Our house is just like the picture at the left. When you walk in the "Main Entrance" you expect to see a delightful vista of spacious living. Instead, you're likely to see a laundry basket full of socks and undies that only made it halfway to the "lower level." We don't call it the "lower level, because the water heater and the furnace live there. Don't kid me, it's a basement. It's halfway underground, so in a tornado, only your upper half will be sucked into the sky and flung all the way to Kansas.
We've been in this house a number of years, but I still don't know what the other levels or rooms are called. We started calling the area on the other side of the main entrance the "foyer," because it was shorter and sounded more pricey. Truthfully, I've never said "main entrance," either. I like the quaint French phrase that describes it better: "front door."
When you step into our foyer, two things happen. First Teddy takes a bite out of your ankle. That's practical, since there's no carpet down there to get stained. Second, you're facing two short flights of stairs. You must immediately decide whether to go up or down. Heaven or hell. Upper level or lower level. (See diagram. It's very complicated.)

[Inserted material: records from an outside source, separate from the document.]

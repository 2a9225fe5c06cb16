"""Event lists: an unbinned likelihood against the formula, pseudo-data, and broken files."""

from __future__ import annotations

import math
from pathlib import Path

import numpy as np
import pytest
from scipy import stats
from scipy.integrate import quad
from scipy.special import ndtr

from scanfit.contracts import BuildContext, InnerNuisances
from scanfit.errors import InputError
from scanfit.likelihoods.candidate import Annihilation, Candidate, CosmologyOptions, NucleonCouplings
from scanfit.likelihoods.direct_detection.halo import Halo
from scanfit.likelihoods.direct_detection.sensitivity import couplings_of
from scanfit.likelihoods.direct_detection.spectrum import differential_rate
from scanfit.likelihoods.direct_detection.term import DirectDetection

VALUES = {"local_density": 0.3, "most_probable_speed": 238.0, "escape_speed": 544.0, "earth_speed": 252.0}
EVENTS = (5.0, 9.3, 22.0)

FILE = """
title = "event list"
source = "none"
exposure_tonne_year = 2.0
target = { Xe = 1 }
[efficiency]
energy_kev = [2.0, 6.0, 60.0]
value = [0.1, 0.8, 0.8]
[resolution]
noise_kev = 0.3
stochastic = 0.2
[events]
window_kev = [4.0, 40.0]
energies_kev = [5.0, 9.3, 22.0]
background = 2.0
background_shape = { energy_kev = [4.0, 40.0], density = [3.0, 1.0] }
[background_uncertainty]
relative = 0.3
"""


def build(folder: Path, text: str = FILE, treatment: InnerNuisances = "marginal") -> DirectDetection:
    (folder / "list.toml").write_text(text, encoding="utf-8")
    return DirectDetection(DirectDetection.Options(data="list.toml"), BuildContext(folder, treatment))


def candidate(cross_section: float, mass: float = 50.0) -> Candidate:
    nothing = np.zeros((0, 1))
    return Candidate(
        mass=mass,
        self_conjugate=True,
        spin_degrees_of_freedom=1,
        annihilation=Annihilation((), lambda s: nothing, lambda s: nothing[0]),
        nucleon=couplings_of("si", mass, cross_section) if cross_section else NucleonCouplings(),
        cosmology=CosmologyOptions(underabundant="assume-all"),
    )


def by_hand(cross_section: float, resolution: bool = True) -> tuple[np.ndarray, float]:
    """Signal density at the events, and total, by dense sums over true energy."""
    energy = np.linspace(2.0, 60.0, 120001)
    rate = differential_rate(energy, 50.0, couplings_of("si", 50.0, cross_section), Halo(), {"Xe": 1.0})
    rate = 2.0 * rate * np.interp(energy, [2.0, 6.0, 60.0], [0.1, 0.8, 0.8])
    if not resolution:
        inside = (energy >= 4.0) & (energy <= 40.0)
        return np.interp(EVENTS, energy, rate), float(np.trapezoid(rate[inside], energy[inside]))
    width = np.sqrt(0.09 + 0.04 * energy)
    density = [np.trapezoid(rate * stats.norm.pdf(event, energy, width), energy) for event in EVENTS]
    share = ndtr((40.0 - energy) / width) - ndtr((4.0 - energy) / width)
    return np.array(density), float(np.trapezoid(rate * share, energy))


@pytest.mark.parametrize("treatment", ["marginal", "profile"])
@pytest.mark.parametrize("resolution", [True, False])
def test_extended_likelihood(tmp_path: Path, treatment: InnerNuisances, resolution: bool) -> None:
    text = FILE if resolution else FILE.replace("noise_kev = 0.3\nstochastic = 0.2", "")
    term = build(tmp_path, text, treatment)
    shape = np.interp(EVENTS, [4.0, 40.0], [3.0, 1.0]) / (2.0 * 36.0)
    for cross_section in (1e-48, 2e-47):
        density, total = by_hand(cross_section, resolution)

        def likelihood(z: float, density: np.ndarray = density, total: float = total) -> float:
            background = 2.0 * math.exp(math.log(1.3) * z)
            return math.exp(-total - background) * float(np.prod(density + background * shape)) * stats.norm.pdf(z)

        if treatment == "marginal":
            expected = math.log(quad(likelihood, -8.0, 8.0, epsabs=0.0, epsrel=1e-10, points=[-1.0, 1.0])[0])
        else:
            expected = math.log(max(likelihood(float(z)) for z in np.linspace(-3.0, 3.0, 6001)))
        assert term.loglike(candidate(cross_section), VALUES) == pytest.approx(expected, abs=1e-4)


@pytest.mark.parametrize("resolution", ["noise_kev = 0.3\nstochastic = 0.2", ""])
@pytest.mark.parametrize("quenching", ["", "[quenching]\nenergy_kev = [1.0, 45.0]\nfactor = [0.95, 0.95]"])
@pytest.mark.parametrize("width", [1.2, 0.05])
def test_signal_behind_a_smooth_threshold(tmp_path: Path, resolution: str, quenching: str, width: float) -> None:
    """Against a dense sum over true energy; a table of quenching that ends at 45 keV lets no recoil above through."""
    text = FILE.replace("noise_kev = 0.3\nstochastic = 0.2", resolution)
    formula = f"plateau = 0.85\nhalf_at_kev = 6.0\nwidth_kev = {width}\n"
    text = text.replace("energy_kev = [2.0, 6.0, 60.0]\nvalue = [0.1, 0.8, 0.8]\n", formula)
    term = build(tmp_path, text.replace("[efficiency]", quenching + "\n[efficiency]"))
    energy = np.linspace(0.5, 45.0 if quenching else 90.0, 200001)
    rate = differential_rate(energy, 50.0, couplings_of("si", 50.0, 1e-47), Halo(), {"Xe": 1.0})
    rate = 2.0 * rate * 0.85 * stats.norm.cdf(energy, 6.0, width)
    seen = energy * (0.95 if quenching else 1.0)
    if resolution:
        spread = np.sqrt(0.09 + 0.04 * seen)
        share = ndtr((40.0 - seen) / spread) - ndtr((4.0 - seen) / spread)
    else:
        share = np.asarray((seen >= 4.0) & (seen <= 40.0), dtype=float)
    assert term.signal(candidate(1e-47), VALUES)[-1] == pytest.approx(np.trapezoid(rate * share, energy), rel=2e-4)


def test_no_events_is_a_plain_exponential(tmp_path: Path) -> None:
    text = FILE.replace("[5.0, 9.3, 22.0]", "[]").partition("[background_uncertainty]")[0]
    _, total = by_hand(1e-47)
    assert build(tmp_path, text).loglike(candidate(1e-47), VALUES) == pytest.approx(-total - 2.0, abs=1e-4)
    # And so is the limit: 2.303 events whatever the background.
    curve = build(tmp_path, text).limit_curve("si", points=3, pseudo_experiments=0)
    assert curve.observed is not None
    events = build(tmp_path, text).signal(candidate(float(curve.observed[1]), float(curve.x_values[1])), VALUES)
    assert events[-1] == pytest.approx(math.log(10.0), rel=1e-3)


def test_pseudo_data_follow_signal_and_background(tmp_path: Path) -> None:
    term, rng = build(tmp_path), np.random.default_rng(7)
    truth = candidate(2e-46)
    _, total = by_hand(2e-46)
    counts, first = [], []
    for _ in range(120):
        twin = term.simulate(truth, VALUES, rng)
        counts.append(twin.counting.observed.sum())
        first.append(twin.loglike(truth, VALUES) - twin.loglike(candidate(0.0), VALUES))
    mean = total + 2.0 * math.exp(0.5 * math.log(1.3) ** 2)
    assert np.mean(counts) == pytest.approx(mean, abs=4.0 * math.sqrt((mean + 0.4) / len(counts)))
    assert np.median(first) > 10.0
    # The term itself keeps its data.
    assert term.counting.observed.sum() == 3.0


def test_expected_data_prefer_the_truth(tmp_path: Path) -> None:
    term = build(tmp_path).expected(candidate(5e-47), VALUES)
    values = [term.loglike(candidate(s), VALUES) for s in (4e-47, 4.8e-47, 5e-47, 5.2e-47, 6e-47)]
    assert max(values) == values[2]
    assert term.explain(candidate(5e-47), VALUES)[-1].observed == pytest.approx(by_hand(5e-47)[1] + 2.0, rel=1e-3)


def test_explain_counts_events(tmp_path: Path) -> None:
    lines = {line.name: line for line in build(tmp_path).explain(candidate(5e-47), VALUES)}
    assert lines["signal events"].predicted == pytest.approx(by_hand(5e-47)[1], rel=1e-4)
    assert lines["background events"].predicted == pytest.approx(2.0)
    assert lines["events in 4-40 keV"].observed == 3.0


def test_bands_of_an_event_list(tmp_path: Path) -> None:
    curve = build(tmp_path).limit_curve("si", points=3, pseudo_experiments=15, rng=np.random.default_rng(3))
    assert curve.bands is not None
    assert np.all(np.isfinite(curve.bands[1:]))
    assert np.all(np.diff(curve.bands, axis=1) >= 0.0)


def test_planned_list(tmp_path: Path) -> None:
    text = FILE.replace("energies_kev = [5.0, 9.3, 22.0]\n", "").replace("exposure", "planned = true\nexposure")
    term = build(tmp_path, text)
    assert term.counting.observed.sum() == pytest.approx(2.0)
    assert term.loglike(candidate(0.0), VALUES) > term.loglike(candidate(1e-46), VALUES)


@pytest.mark.parametrize(
    ("old", "new", "message"),
    [
        ("22.0]", "52.0]", "every event must lie in the window, 4 to 40 keV"),
        ("[4.0, 40.0], density", "[5.0, 40.0], density", "must cover the window"),
        ("density = [3.0, 1.0]", "density = [0.0, 0.0]", "must not be zero everywhere"),
        ("background = 2.0", "background = -2.0", "greater than or equal to 0"),
        ("window_kev = [4.0, 40.0]", "window_kev = [40.0, 4.0]", "lower end must come first"),
        ("energies_kev = [5.0, 9.3, 22.0]\n", "", "'energies_kev' is required"),
        ("relative = 0.3", "relative = [0.3, 0.2]", "'relative' has 2 entries where 'the one background of"),
        ("[efficiency]", 'neutrinos = ["boron-9"]\n[efficiency]', "did you mean 'boron-8'"),
        ("[efficiency]", "observing_days = [0, 20]\n[efficiency]", "greater than or equal to 1"),
        (
            "[efficiency]",
            "[quenching]\nenergy_kev = [1.0, 50.0]\nfactor = [0.9, 0.95]\n[efficiency]",
            "quenching is known from 1 to 50 keV only",
        ),
        ("[efficiency]", "[quenching]\nlindhard_k = 0.1\n[efficiency]", "must cover every bin"),
        (
            "[efficiency]",
            "[bins]\nintervals_kev = [[4, 40]]\nbackground = [1]\nobserved = [1]\n[efficiency]",
            r"either \[bins\] or \[events\]",
        ),
    ],
)
def test_broken_files(tmp_path: Path, old: str, new: str, message: str) -> None:
    assert old in FILE
    with pytest.raises(InputError, match=message) as caught:
        build(tmp_path, FILE.replace(old, new, 1))
    assert len(caught.value.problems) == 1, str(caught.value)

Guinea Pig bi-level habitat |
Bi-level houses are designed by the people who make guinea pig cages. Only you shouldn't say "cage" anymore. It's a habitat.
Regardless, if you've ever noticed how stupid and confused a guinea pig is, just take a look at where he lives. I'm just sayin'.
Humans who live in bi-level habitats will not only become stupid, they will experience anxiety and demonstrate symptoms similar to bi-polarism, which used to be called manic depression. Now, that term is reserved for guinea pigs.
Bi-level feature: half-buried rooms |
The point is that a human like me will become mentally damaged when presented daily with the maze presented by bi-level living. Common symptoms are confusion, disorientation, a desire for fresh, leafy greens, and the inability to remember what they were blogging about.